55 Juta Warga Iran Ikut Pemilu Perdana Pasca-Perjanjian Nuklir

Pemilu kali ini ditujukan untuk memilih 290 anggota parlemen untuk masa jabat 4 tahun.

oleh Tanti Yulianingsih diperbarui 26 Feb 2016, 12:41 WIB
Diterbitkan 26 Feb 2016, 12:41 WIB
55 Juta Warga Iran Ikut Pemilu Perdana Sejak Perjanjian Nuklir
Pemilihan parlemen kali ini ditujukan untuk memilih 290 anggota parlemen untuk masa jabat 4 tahun.

Liputan6.com, Tehran - Warga Iran hari Jumat ini berbondong-bondong memberikan suara dalam pemilu memilih parlemen negara dan Majelis Ahli -- sebuah badan ulama yang menunjuk pemimpin tertinggi.

Jajak pendapat ini adalah yang pertama sejak Iran dan dunia menyetujui kesepakatan atas program nuklirnya.

Reformis dan moderat yang mendukung Presiden Hassan Rouhani membentuk koalisi pendukung yang disebut dengan The List of Hope -- yang bertujuan mengurangi jumlah garis keras dalam dua kubu.

Hampir 55 juta orang berhak untuk memilih dalam jajak pendapat kali ini, seperti disebutkan BBC, Jumat (26/2/2016).

Pemilihan parlemen kali ini ditujukan untuk memilih 290 anggota parlemen untuk masa jabat 4 tahun. Lalu memilih 88 ulama untuk Majelis Ahli yang bertugas selama 8 tahun.

Pemilu Iran ini dimulai pukul 08.00 waktu setempat (04.30 GMT) dan ditutup pada pukul 18.00. Namun para pejabat mengatakan TPS bisa buka lebih lama jika ada antrean panjang.

Wartawan BBC Persia, Ali Hamedani mengatakan perbaikan ekonomi menjadi isu utama dalam pemilu ini.

"Dengan sanksi dicabut dan investor Barat mulai kembali ke Iran, ada harapan yang tinggi untuk perbaikan dalam kehidupan sehari-hari," kata Hamedani.
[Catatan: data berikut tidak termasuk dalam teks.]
"""Least-squares data term: gradient, constants and proximal operator."""

from __future__ import annotations

import numpy as np
import pytest
import scipy.linalg
import torch

import pnpguard as pg
from tests.helpers import assert_close, dense_matrix

RNG = np.random.default_rng(7)

SHAPE = (8, 10)
OPERATORS = [
    pg.Convolution(pg.gaussian_psf(3, 0.6), SHAPE),  # periodic: FFT closed form
    pg.Convolution(pg.motion_psf(5, 20), SHAPE, "zero", output="full"),  # conjugate gradients
    pg.PixelMask(RNG.random(SHAPE) > 0.5),  # element-wise closed form
    pg.Decimation(2, SHAPE, psf=pg.gaussian_psf(3, 0.9)),  # polyphase closed form
    0.7 * pg.Decimation(2, SHAPE),  # scaled closed form
    pg.Decimation(2, SHAPE) @ pg.PixelMask(RNG.random(SHAPE) > 0.3),  # composition: CG
]


def _fidelity(op, sigma=0.3):
    y = RNG.standard_normal(op.out_shape)
    return pg.LeastSquares(op, y, sigma=sigma), y


@pytest.mark.parametrize("op", OPERATORS, ids=repr)
def test_prox_matches_dense_linear_solve(op):
    fidelity, y = _fidelity(op)
    v = RNG.standard_normal(SHAPE)
    step = 0.37
    matrix = dense_matrix(op)
    weight = step / fidelity.sigma**2
    # Reference: scipy.linalg.solve of (I + t A^T A / s^2) x = v + t A^T y / s^2
    # (optimality condition of the prox, Bauschke & Combettes 2017, Prop. 12.26).
    system = np.eye(matrix.shape[1]) + weight * matrix.T @ matrix
    expected = scipy.linalg.solve(system, v.ravel() + weight * matrix.T @ y.ravel())
    assert_close(fidelity.prox(v, step), expected.reshape(SHAPE), rtol=1e-8, atol=1e-9)


@pytest.mark.parametrize("op", OPERATORS, ids=repr)
def test_gradient_matches_central_differences(op):
    fidelity, _ = _fidelity(op, sigma=1.3)
    x = RNG.standard_normal(SHAPE)
    direction = RNG.standard_normal(SHAPE)
    h = 1e-5
    # Reference: central finite difference of the value (exact up to O(h^2); f is quadratic,
    # so only rounding remains).
    numeric = (fidelity.value(x + h * direction) - fidelity.value(x - h * direction)) / (2 * h)
    analytic = float(np.sum(fidelity.grad(x) * direction))
    assert analytic == pytest.approx(numeric, rel=1e-6, abs=1e-7)


@pytest.mark.parametrize("op", OPERATORS, ids=repr)
def test_constants_match_singular_values(op):
    sigma = 0.5
    fidelity, _ = _fidelity(op, sigma=sigma)
    # Reference: numpy.linalg.svd of the dense matrix; L = s_max^2 / sigma^2.
    singular = np.linalg.svd(dense_matrix(op), compute_uv=False)
    assert fidelity.lipschitz >= singular.max() ** 2 / sigma**2 * (1 - 1e-10)
    assert fidelity.lipschitz == pytest.approx(singular.max() ** 2 / sigma**2, rel=1e-3)
    smallest = singular.min() if op.in_shape == op.out_shape and len(singular) == op.in_shape[0] * op.in_shape[1] else 0.0
    # mu is a lower bound, exact where the structure gives it.
    assert fidelity.strong_convexity <= smallest**2 / sigma**2 + 1e-10


def test_strong_convexity_is_exact_for_an_invertible_periodic_blur():
    op = pg.Convolution(pg.gaussian_psf(3, 0.6), SHAPE)
    fidelity, _ = _fidelity(op, sigma=0.5)
    singular = np.linalg.svd(dense_matrix(op), compute_uv=False)
    assert singular.min() > 0.1
    assert fidelity.strong_convexity == pytest.approx(singular.min() ** 2 / 0.25, rel=1e-10)
    assert fidelity.lipschitz_certified


def test_prox_of_the_gradient_step_fixed_point_is_the_least_squares_solution():
    # For an invertible periodic blur the minimiser is A^{-1} y; it is a fixed point of
    # prox_{t f} (Bauschke & Combettes 2017, Prop. 12.29: Fix prox_f = argmin f).
    op = pg.Convolution(pg.gaussian_psf(3, 0.6), SHAPE)
    fidelity, y = _fidelity(op)
    solution = scipy.linalg.solve(dense_matrix(op), y.ravel()).reshape(SHAPE)
    assert_close(fidelity.prox(solution, 2.0), solution, rtol=1e-8, atol=1e-9)
    assert_close(fidelity.grad(solution), np.zeros(SHAPE), rtol=0, atol=1e-8)


@pytest.mark.parametrize("op", OPERATORS, ids=repr)
def test_start_image_is_the_gradient_step_from_zero(op):
    fidelity, y = _fidelity(op)
    start = fidelity.start_image()
    # Reference: A^T y / ||A||^2 with the dense matrix and numpy.linalg.norm(., 2) (largest
    # singular value); the library divides by its norm bound, within 1e-3 of it (as above).
    matrix = dense_matrix(op)
    expected = (matrix.T @ y.ravel()).reshape(SHAPE) / np.linalg.norm(matrix, 2) ** 2
    assert isinstance(start, torch.Tensor) and start.dtype == torch.float64
    assert_close(start, expected, rtol=2e-3, atol=1e-12, what="A^T y / ||A||^2")
    # Exactly the bound the Lipschitz constant uses: start = -grad f(0) / L.
    step = -fidelity.grad(np.zeros(SHAPE)) / fidelity.lipschitz
    assert_close(start, step, rtol=1e-12, atol=1e-14, what="-grad f(0) / L")


@pytest.mark.parametrize("op", OPERATORS, ids=repr)
def test_fast_path_equals_the_public_path(op):
    fidelity, y = _fidelity(op)
    x = torch.from_numpy(RNG.standard_normal(SHAPE))
    before = x.clone()
    value = fidelity.apply_value(x)
    # f(x) = ||A x - y||^2 / (2 sigma^2) with the dense matrix in numpy (definition).
    residual = dense_matrix(op) @ x.numpy().ravel() - y.ravel()
    assert value == pytest.approx(0.5 * residual @ residual / 0.3**2, rel=1e-12)
    assert value == fidelity.value(x)
    assert torch.equal(fidelity.apply_grad(x), fidelity.grad(x))
    assert torch.equal(fidelity.apply_prox(x, 0.37), fidelity.prox(x, 0.37))
    assert torch.equal(x, before)


@pytest.mark.parametrize("dtype", [torch.float32, torch.float64])
def test_start_image_follows_the_data_and_a_zero_operator_gives_zero(dtype):
    y = torch.randn(2, 1, 4, 5, dtype=dtype)
    start = pg.LeastSquares(pg.Decimation(2, SHAPE), y, sigma=0.1).start_image()
    assert start.dtype == dtype and start.shape == (2, 1, *SHAPE)
    zero = pg.LeastSquares(0.0 * pg.Decimation(2, SHAPE), y).start_image()
    assert zero.dtype == dtype and not zero.any() and bool(torch.isfinite(zero).all())


@pytest.mark.parametrize("dtype", [torch.float32, torch.float64])
def test_kinds_are_preserved_and_batches_work(dtype):
    op = pg.Decimation(2, SHAPE)
    y = torch.randn(2, 1, 4, 5, dtype=dtype)
    fidelity = pg.LeastSquares(op, y, sigma=0.1)
    x = torch.randn(2, 1, *SHAPE, dtype=dtype)
    for out in (fidelity.grad(x), fidelity.prox(x, 0.5)):
        assert isinstance(out, torch.Tensor) and out.dtype == dtype and out.shape == x.shape
    assert fidelity.image_shape == (2, 1, *SHAPE)
    numpy_out = fidelity.prox(x.numpy(), 0.5)
    assert isinstance(numpy_out, np.ndarray) and numpy_out.dtype == x.numpy().dtype


def test_data_is_copied_not_shared():
    op = pg.PixelMask(np.ones(SHAPE))
    y = RNG.standard_normal(SHAPE)
    fidelity = pg.LeastSquares(op, y)
    y[:] = 0.0
    assert float(fidelity.y.abs().sum()) > 0


@pytest.mark.parametrize(
    "args, message",
    [
        ((np.ones((4, 4)),), r"`y` has shape \(4, 4\) but the operator's output shape is \(8, 10\)"),
        ((np.full(SHAPE, np.nan),), "`y` has .* non-finite"),
        ((np.ones(SHAPE), -1.0), "`sigma` must be a positive"),
        ((np.ones(SHAPE, dtype=np.int32),), "`y` has dtype int32"),
    ],
)
def test_bad_data_is_named(args, message):
    with pytest.raises((TypeError, ValueError), match=message):
        pg.LeastSquares(pg.PixelMask(np.ones(SHAPE)), *args)


def test_bad_step_and_operator():
    fidelity = pg.LeastSquares(pg.PixelMask(np.ones(SHAPE)), np.ones(SHAPE))
    with pytest.raises(ValueError, match="`step` must be a positive"):
        fidelity.prox(np.ones(SHAPE), -0.1)
    with pytest.raises(TypeError, match="`op` must be a pnpguard LinearOperator"):
        pg.LeastSquares(np.eye(3), np.ones((3, 3)))
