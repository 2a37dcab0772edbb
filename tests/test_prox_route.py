"""The smoothness estimate, the weakly convex prox behind a gradient-step denoiser, and the prox route."""

from __future__ import annotations

import numpy as np
import pytest
import torch

import pnpguard as pg
from pnpguard.denoisers import GradientStepDenoiser
from pnpguard.guarantee import _theorems as th

RNG = np.random.default_rng(7)
SIDE = 6  # 36 pixels: dense matrices stay small


def _symmetric(spectrum: np.ndarray, seed: int) -> np.ndarray:
    """A symmetric matrix with the given eigenvalues and a random orthogonal basis (numpy.linalg.qr)."""
    basis, _ = np.linalg.qr(np.random.default_rng(seed).standard_normal((spectrum.size, spectrum.size)))
    return (basis * spectrum) @ basis.T


def _quadratic(matrix: np.ndarray):
    """g(x) = <x, Q x> / 2 on (N, 1, SIDE, SIDE) images, so grad g = Q x and Lip(grad g) = ||Q||."""
    q = torch.from_numpy(matrix)

    def potential(x: torch.Tensor) -> torch.Tensor:
        flat = x.reshape(x.shape[0], -1)
        return 0.5 * torch.einsum("ni,ij,nj->n", flat, q.to(x.dtype), flat)

    return potential


def _periodic(c: float, s: float):
    """g(x) = (c s^2 / 2) sum sin^2(x / s): Hessian diag(c cos(2 x / s)), so Lip(grad g) = c exactly
    (attained at pixels equal to 0); g is bounded and nonconvex."""

    def potential(x: torch.Tensor) -> torch.Tensor:
        return 0.5 * c * s * s * torch.sin(x / s).square().flatten(1).sum(1)

    return potential


def _blur_problem(side: int = 16):
    truth = pg.phantoms.make_phantom("cells", (side, side), seed=3)
    op = pg.Convolution(pg.gaussian_psf(5, 1.0), (side, side))
    y = op.forward(truth) + 0.01 * np.random.default_rng(3).standard_normal((side, side))
    return pg.LeastSquares(op, y, sigma=0.01)


# ------------------------------------------------------------------- the estimate
def test_smoothness_estimate_matches_a_known_spectral_norm_from_below():
    # Reference: numpy.linalg.eigvalsh of the symmetric Q (Golub & Van Loan, Sec. 8.6: power
    # iteration converges to the largest singular value).
    spectrum = np.linspace(-0.7, 0.45, SIDE * SIDE)
    matrix = _symmetric(spectrum, seed=1)
    exact = np.abs(np.linalg.eigvalsh(matrix)).max()
    denoiser = GradientStepDenoiser(_quadratic(matrix), name="quadratic")
    estimate = pg.estimate_smoothness(denoiser, RNG.random((SIDE, SIDE)), budget=60)
    assert estimate.value <= exact * (1 + 1e-9)
    assert estimate.value == pytest.approx(exact, rel=1e-3)
    # The witness reproduces the value: ||(I - J) v|| = ||Q v|| at the recorded direction.
    v = estimate.direction.reshape(-1).numpy()
    assert np.linalg.norm(matrix @ v) == pytest.approx(estimate.value, rel=1e-9)


def test_smoothness_estimate_of_a_nonquadratic_potential():
    # Lip(grad g) = c for the periodic potential (derived above); the sample has zero pixels
    # where the Hessian attains it.
    c = 0.8
    denoiser = GradientStepDenoiser(_periodic(c, 0.05), name="periodic")
    sample = np.zeros((12, 12))
    sample[3:9, 3:9] = 0.5
    estimate = pg.estimate_smoothness(denoiser, sample, budget=40)
    assert c * 0.98 <= estimate.value <= c * (1 + 1e-9)


def test_smoothness_estimate_rejects_what_it_cannot_measure():
    with pytest.raises(TypeError, match="not differentiable"):
        pg.estimate_smoothness(pg.as_denoiser(lambda x: 0.5 * x), np.ones((8, 8)))
    with pytest.raises(ValueError, match="budget"):
        pg.estimate_smoothness(pg.as_denoiser(lambda x: 0.5 * x, differentiable=True), np.ones((8, 8)), budget=2)


# --------------------------------------------------- the weakly convex prox (definition)
def test_phi_along_the_iterates_is_the_quadratic_prox_potential():
    # For g = <x, Q x>/2 with ||Q|| < 1, D = I - Q = prox_phi with phi(x) = <x, Q (I - Q)^-1 x>/2
    # (derived: (I + P)^-1 = I - Q for P = Q (I - Q)^-1). The library's phi(D(z)) = g(z) -
    # ||grad g(z)||^2 / 2 must equal it; reference numpy.linalg.solve.
    matrix = _symmetric(np.linspace(-0.6, 0.6, SIDE * SIDE), seed=2)
    denoiser = GradientStepDenoiser(_quadratic(matrix), name="quadratic")
    for _ in range(3):
        z = torch.from_numpy(RNG.standard_normal((SIDE, SIDE)))
        point = denoiser.potential_at(z)
        x = (z - point.gradient()).reshape(-1).numpy()
        library = point.total - 0.5 * float(point.gradient().square().sum())
        identity = np.eye(SIDE * SIDE)
        closed = 0.5 * x @ (matrix @ np.linalg.solve(identity - matrix, x))
        assert library == pytest.approx(closed, rel=1e-10, abs=1e-12)


def test_the_denoiser_minimises_phi_plus_the_distance_among_its_outputs():
    # Definition of prox_phi: D(z) minimises phi(u) + ||u - z||^2 / 2. phi is finite on the
    # image of D, where phi(D(w)) = g(w) - ||grad g(w)||^2 / 2; compare D(z) with many D(w).
    denoiser = GradientStepDenoiser(_periodic(0.6, 0.3), name="periodic")

    def phi_and_output(w: torch.Tensor) -> tuple[float, torch.Tensor]:
        point = denoiser.potential_at(w)
        gradient = point.gradient()
        return point.total - 0.5 * float(gradient.square().sum()), w - gradient

    for _ in range(3):
        z = torch.from_numpy(RNG.standard_normal((5, 5)))
        phi, x = phi_and_output(z)
        best = phi + 0.5 * float((x - z).square().sum())
        for scale in (1e-3, 1e-2, 0.1, 1.0):
            for _ in range(20):
                other_phi, other = phi_and_output(z + scale * torch.from_numpy(RNG.standard_normal((5, 5))))
                assert other_phi + 0.5 * float((other - z).square().sum()) >= best - 1e-12


def test_weak_convexity_constant_is_the_most_negative_curvature_of_phi():
    # P = Q (I - Q)^-1 for Q with eigenvalue -L: min eig(P) = -L / (1 + L) (numpy.linalg.eigvalsh).
    for smoothness in (0.2, 0.5, 0.9):
        matrix = _symmetric(np.linspace(-smoothness, 0.3, 16), seed=3)
        curvature = np.linalg.eigvalsh(matrix @ np.linalg.inv(np.eye(16) - matrix)).min()
        assert th.prox_weak_convexity(smoothness) == pytest.approx(-curvature, rel=1e-9)


def test_one_step_decreases_step_f_plus_phi_by_the_stated_amount():
    # Quadratic case, everything in numpy: F = step f + phi with f(x) = ||A x - y||^2 / 2,
    # x+ = (I - Q)(x - step A^T (A x - y)); F(x+) <= F(x) - c ||x+ - x||^2 for c of the theorem
    # (docs/theory.md section 15), on random points and steps inside the window.
    n = 16
    smoothness = 0.7
    matrix = _symmetric(np.linspace(-smoothness, smoothness, n), seed=4)
    phi_matrix = matrix @ np.linalg.inv(np.eye(n) - matrix)
    a = np.random.default_rng(5).standard_normal((10, n))
    y = np.random.default_rng(6).standard_normal(10)
    lipschitz = np.linalg.norm(a, 2) ** 2
    weak = th.prox_weak_convexity(smoothness)

    def objective(x, step):
        return step * 0.5 * np.sum((a @ x - y) ** 2) + 0.5 * x @ phi_matrix @ x

    for fraction in (0.3, 0.7, 0.99):
        step = fraction * (2 - weak) / lipschitz
        c = th.prox_descent_constant(weak, step, lipschitz)
        assert c > 0
        for _ in range(20):
            x = (np.eye(n) - matrix) @ RNG.standard_normal(n)  # a point in the image of D
            after = (np.eye(n) - matrix) @ (x - step * a.T @ (a @ x - y))
            assert objective(after, step) <= objective(x, step) - c * np.sum((after - x) ** 2) + 1e-9


# -------------------------------------------------------------------------- the route
def test_prox_route_admits_an_expansive_gradient_step_and_the_run_decreases_its_objective():
    fidelity = _blur_problem()
    denoiser = GradientStepDenoiser(_periodic(0.5, 0.05), name="periodic", sigma=0.05)
    report = pg.check_denoiser(denoiser, fidelity.start_image(), budget=60)
    assert report.lipschitz > 1  # D itself expands: no averagedness route applies
    guarantee = pg.admissible("forward_backward", fidelity, report)
    assert guarantee.route == "weakly convex prox"
    assert guarantee.status == "conditional"  # rests on an estimated Lip(grad g)
    weak = th.prox_weak_convexity(guarantee.smoothness)
    assert guarantee.step_interval[1] == pytest.approx((2 - weak) / fidelity.lipschitz)
    assert "Lip(grad g)" in str(guarantee) and "step f + phi" in str(guarantee)
    result = pg.forward_backward(fidelity, denoiser, report=report, max_iter=300, tol=1e-7)
    assert result.converged and not [f for f in result.flags if f.kind == "assumption_broken"]
    values = result.objectives
    assert values.size == result.iterations
    assert np.all(np.diff(values) <= 1e-12 * np.abs(values[:-1]))
    # Independent evaluation of the last objective value: step f(x) + phi(x) at x = D(z).
    z = torch.from_numpy(result.x) - result.step * torch.as_tensor(fidelity.grad(result.x))
    point = denoiser.potential_at(z)
    x = z - point.gradient()
    phi = point.total - 0.5 * float(point.gradient().square().sum())
    assert values[-1] == pytest.approx(result.step * fidelity.value(x.numpy()) + phi, rel=1e-6)


def test_prox_route_refuses_a_potential_with_lipschitz_gradient_above_one():
    fidelity = _blur_problem()
    denoiser = GradientStepDenoiser(_periodic(1.5, 0.05), name="periodic", sigma=0.05)
    report = pg.check_denoiser(denoiser, fidelity.start_image(), budget=60)
    with pytest.raises(pg.Refused) as refusal:
        pg.admissible("forward_backward", fidelity, report)
    assert any("prox route" in reason and "< 1" in reason for reason in refusal.value.reasons)


def test_prox_route_for_the_shipped_gradient_step_network_is_refused_with_the_measured_constant():
    from pnpguard.learned import gradient_step_cnn

    sample = pg.phantoms.make_phantom("cells", (32, 32), seed=4)
    fidelity = pg.LeastSquares(pg.Convolution(pg.gaussian_psf(5, 1.0), (32, 32)), sample, sigma=0.01)
    report = pg.check_denoiser(gradient_step_cnn(0.05), sample + 0.05 * RNG.standard_normal((32, 32)), budget=40)
    with pytest.raises(pg.Refused) as refusal:
        pg.admissible("forward_backward", fidelity, report)
    reasons = " ".join(refusal.value.reasons)
    assert "prox route" in reasons
    smoothness = report.smoothness.value if report.smoothness is not None else report.residual_lipschitz
    assert smoothness >= 1.0


def test_a_false_potential_claim_on_the_prox_route_is_caught_by_the_monitor():
    # The user's map is D(x) = x - grad g(x) - K x with K skew-symmetric (||K|| = 0.3): not a
    # gradient step on g. The route admits it on the claim; the objective step f + phi then
    # fails its sufficient decrease, and the monitor says so with the pair of iterates.
    fidelity = _blur_problem(side=SIDE)
    skew = np.random.default_rng(9).standard_normal((SIDE * SIDE,) * 2)
    skew = torch.from_numpy(0.3 * (skew - skew.T) / np.linalg.norm(skew - skew.T, 2))
    honest = GradientStepDenoiser(_periodic(0.5, 0.05), name="periodic")

    def user_map(x):  # (H, W) images or (N, C, H, W) batches
        drift = (x.reshape(-1, SIDE * SIDE) @ skew.to(x.dtype).T).reshape(x.shape)
        return honest.apply_traced(x) - drift

    claimed = pg.with_potential(pg.as_denoiser(user_map, differentiable=True, name="user"), _periodic(0.5, 0.05))
    report = pg.check_denoiser(claimed, fidelity.start_image(), budget=60)
    guarantee = pg.admissible("forward_backward", fidelity, report)
    assert guarantee.route == "weakly convex prox" and "claim" in " ".join(guarantee.assumptions)
    result = pg.forward_backward(fidelity, claimed, report=report, max_iter=20, tol=1e-12)
    broken = [f for f in result.flags if f.kind == "assumption_broken"]
    assert broken and broken[0].witness is not None
    before, after = broken[0].witness
    assert not torch.equal(before, after)
    # Reproducible: the same run flags the same first iteration.
    again = pg.forward_backward(fidelity, claimed, report=report, max_iter=20, tol=1e-12)
    assert next(f for f in again.flags if f.kind == "assumption_broken").iteration == broken[0].iteration
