def admm(fidelity: LeastSquares, denoiser: Any, **options: Any) -> Reconstruction:
    """PnP ADMM: ``x+ = prox_{gamma f}(z - u)``, ``z+ = D(x+ + u)``, ``u+ = u + x+ - z+``.

    Run as Douglas-Rachford on the governing sequence ``w = x+ + u`` (the
    change of variables of Eckstein & Bertsekas 1992), which is what the
    guarantee and the monitor are about; with ``z0 = x0`` and ``u0 = 0`` it
    starts from ``w0 = prox_{gamma f}(x0)``. A relaxation ``lam`` gives the
    over-relaxed ADMM ``x^ = lam x+ + (1 - lam) z`` in place of ``x+`` in the
    ``z`` and ``u`` updates. The estimate is ``x``; ``step`` is ``gamma``.

    Parameters, return value and errors are those of :func:`reconstruct`
    (``**options``: the keywords of :class:`RunOptions`).

    References
    ----------
    .. [1] D. Gabay, "Applications of the method of multipliers to variational
       inequalities", in *Augmented Lagrangian Methods*, North-Holland, 1983.
    .. [2] J. Eckstein and D. P. Bertsekas, Math. Program. 55 (1992) 293-318,
       doi:10.1007/BF01581204.
    .. [3] S. H. Chan, X. Wang and O. A. Elgendy, "Plug-and-play ADMM for image
       restoration: fixed-point convergence and applications", IEEE Trans.
       Comput. Imaging 3(1) (2017) 84-98, doi:10.1109/TCI.2016.2629286.
    """
    return reconstruct("admm", fidelity, denoiser, **options)


# help() and inspect.signature show every option by name (they live in RunOptions).
for _solver in (forward_backward, douglas_rachford, admm):
    _solver.__signature__ = solver_signature()  # type: ignore[attr-defined]
reconstruct.__signature__ = solver_signature("algorithm")  # type: ignore[attr-defined]
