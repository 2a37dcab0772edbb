"""The example scripts run end to end (small frames), so they never rot."""

from __future__ import annotations

import os
import runpy
from pathlib import Path

import pytest

EXAMPLES = sorted((Path(__file__).resolve().parent.parent / "examples").glob("*.py"))


@pytest.mark.parametrize("path", EXAMPLES, ids=lambda p: p.name)
def test_example_runs(path, tmp_path, monkeypatch, capsys):
    monkeypatch.setenv("PNPGUARD_EXAMPLE_SIZE", "48")
    monkeypatch.setenv("PNPGUARD_EXAMPLE_OUTPUT", str(tmp_path / "figure.png"))
    monkeypatch.chdir(tmp_path)
    namespace = runpy.run_path(str(path), run_name="__main__")
    printed = capsys.readouterr().out
    if "result" in namespace:
        assert namespace["result"].guarantee is not None
        assert not any(flag.kind == "blow_up" for flag in namespace["result"].flags)
    if path.name.startswith("repair"):
        assert "no convergence guarantee applies" in printed
        assert namespace["result"].converged or namespace["result"].iterations == 300
    assert os.environ["PNPGUARD_EXAMPLE_SIZE"] == "48"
Kaum reformis dan moderat mengatakan mereka menargetkan investasi asing yang lebih besar, yang katanya akan mendorong lapangan kerja bagi kaum muda. Lebih dari setengah warga Iran berada di bawah usia 35 tahun, tetapi tingkat pengangguran kaum mudanya mencapai 25% -- lebih tinggi 2,5 kali rata-rata nasional.

Namun pihak konservatif mengatakan pertumbuhan ekonomi yang kuat, kemungkinan berasal dari produksi dalam negeri yang mereka gambarkan sebagai 'perlawanan ekonomi' yang mengacu pada cita-cita Revolusi Islam tahun 1979 di negara itu.